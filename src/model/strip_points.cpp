// SPDX-License-Identifier: GPL-2.0-or-later
#include "model/strip_points.h"

#include <algorithm>
#include <array>
#include <numeric>

namespace foreglow {
namespace {

using Column = std::vector<double> SkyStrip::*;

constexpr std::array<Column, 7> columns{
    &SkyStrip::intensity, &SkyStrip::index,           &SkyStrip::curvature,          &SkyStrip::q,
    &SkyStrip::u,         &SkyStrip::polarized_index, &SkyStrip::polarized_curvature};

}  // namespace

std::vector<RingPlaces> sort_by_ring(const HealpixGrid& grid, std::span<const std::int64_t> pixels) {
    std::vector<int> rings(pixels.size());
    for (std::size_t i = 0; i < pixels.size(); ++i)
        rings[i] = grid.ring_of(pixels[i]);
    std::vector<std::size_t> order(pixels.size());
    std::iota(order.begin(), order.end(), std::size_t{0});
    std::stable_sort(order.begin(), order.end(),
                     [&](std::size_t a, std::size_t b) { return rings[a] < rings[b]; });
    std::vector<RingPlaces> out;
    for (const std::size_t place : order) {
        if (out.empty() || out.back().ring != rings[place]) out.push_back({rings[place], {}});
        out.back().places.push_back(place);
    }
    return out;
}

SkyStrip make_sky_points(const SkyModel& sky, std::span<const std::int64_t> pixels, bool with_polarization) {
    SkyStrip out;
    for (const RingPlaces& group : sort_by_ring(sky.grid, pixels)) {
        const std::int64_t first = sky.grid.ring(group.ring).first_pixel;
        const SkyStrip strip = make_sky_strip(sky, {group.ring, 1, false}, with_polarization);
        for (const Column column : columns) {
            if ((strip.*column).empty()) continue;
            (out.*column).resize(pixels.size());
            for (const std::size_t place : group.places)
                (out.*column)[place] = (strip.*column)[static_cast<std::size_t>(pixels[place] - first)];
        }
    }
    return out;
}

}  // namespace foreglow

_ _ _ _

Each line from the top of the records above through the line containing "using Column = std::vector<double>" needs to be transcribed exactly, and no line after it.

TASK ANSWER:
filename src/model/strip_points.cpp
// SPDX-License-Identifier: GPL-2.0-or-later
#include "model/strip_points.h"

#include <algorithm>
#include <array>
#include <numeric>

namespace foreglow {
namespace {

using Column = std::vector<double> SkyStrip::*;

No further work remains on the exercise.